This project aims to perform sentiment analysis on tweets about Dell's products and services. Utilizing the advanced features of XLNet, we aim to accurately classify sentiments as positive, negative, or neutral. This kind of analysis is a crucial aspect of understanding customer feedback and adjusting business strategies accordingly.
- Data Preprocessing: Includes cleaning of tweets to remove noise like emojis, URLs, mentions, and non-ASCII characters.
- Exploratory Data Analysis (EDA): Visualizes the dataset's characteristics, such as sentiment distribution, word and sentence lengths, common stopwords, named entity recognition, and part-of-speech tagging.
- Deep Learning Model: Utilizes the pre-trained XLNet model for sentiment classification, with fine-tuning to adapt to our specific dataset.
- Hyperparameter Tuning: Employs Ray Tune for optimizing model parameters, ensuring the best possible performance.
- Evaluation: Assesses model accuracy, F1 scores, and provides a confusion matrix to understand prediction quality.

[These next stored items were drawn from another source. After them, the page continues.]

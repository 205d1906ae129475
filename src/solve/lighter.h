/* lighter.h - the placement that a practitioner would rather fit: with less mass.
 *
 * The best placement may hold pieces that cancel each other in part, since that is how coarse
 * pieces reach a fine sum. What comes near it with pieces that all pull one way stands beside it.
 */
#ifndef LOPSIDE_SOLVE_LIGHTER_H
#define LOPSIDE_SOLVE_LIGHTER_H

#include "solve/answer.h"

/* From so many times the ideal mass on a plane on, what is placed there counts as cancelling itself
 * in part: our choice. */
#define LIGHTER_MASS 1.5

/* True where pieces of the choice cancel each other on that plane: they stand more than
 * OPPOSE_APART_DEG apart, or several have LIGHTER_MASS times the ideal mass and more. */
bool lighter_wanted(const struct answer *answer, const struct place_choice *choice, size_t plane);

/* Searches again, on the planes where pieces cancel each other, within 60, 45 and 30 deg of the
 * ideal weight: of what lies within the noise of the placement the one with the least mass, else
 * the one of the widest. Sets opposed, has_unopposed and unopposed. Nothing is searched where none
 * do, or where the static part alone is placed. Needs answer_place. Gives an enum answer_error. */
int lighter_find(struct answer *answer) __attribute__((warn_unused_result));

#endif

To run this project, ensure you have the following installed:
- Python 3.8 or newer
- Relevant Python packages as listed in
requirements.txt
To set up the project environment:
- Clone the repository to your local machine:
git clone https://github.com/AnnaTz/tweet-sentiment-classification
- Install the required Python packages:
pip install -r requirements.txt
Navigate to the project directory and launch the Jupyter notebook:
jupyter notebook sentiment_classification.ipynb
- The XLNet model was proposed in XLNet: Generalized Autoregressive Pretraining for Language Understanding by Yang, Z., Dai, Z., Yang, Y., Carbonell, J., Salakhutdinov, R., & Le, Q. V.
- The dataset used for this project is sourced from Kaggle: Sentiment and Emotions of Tweets.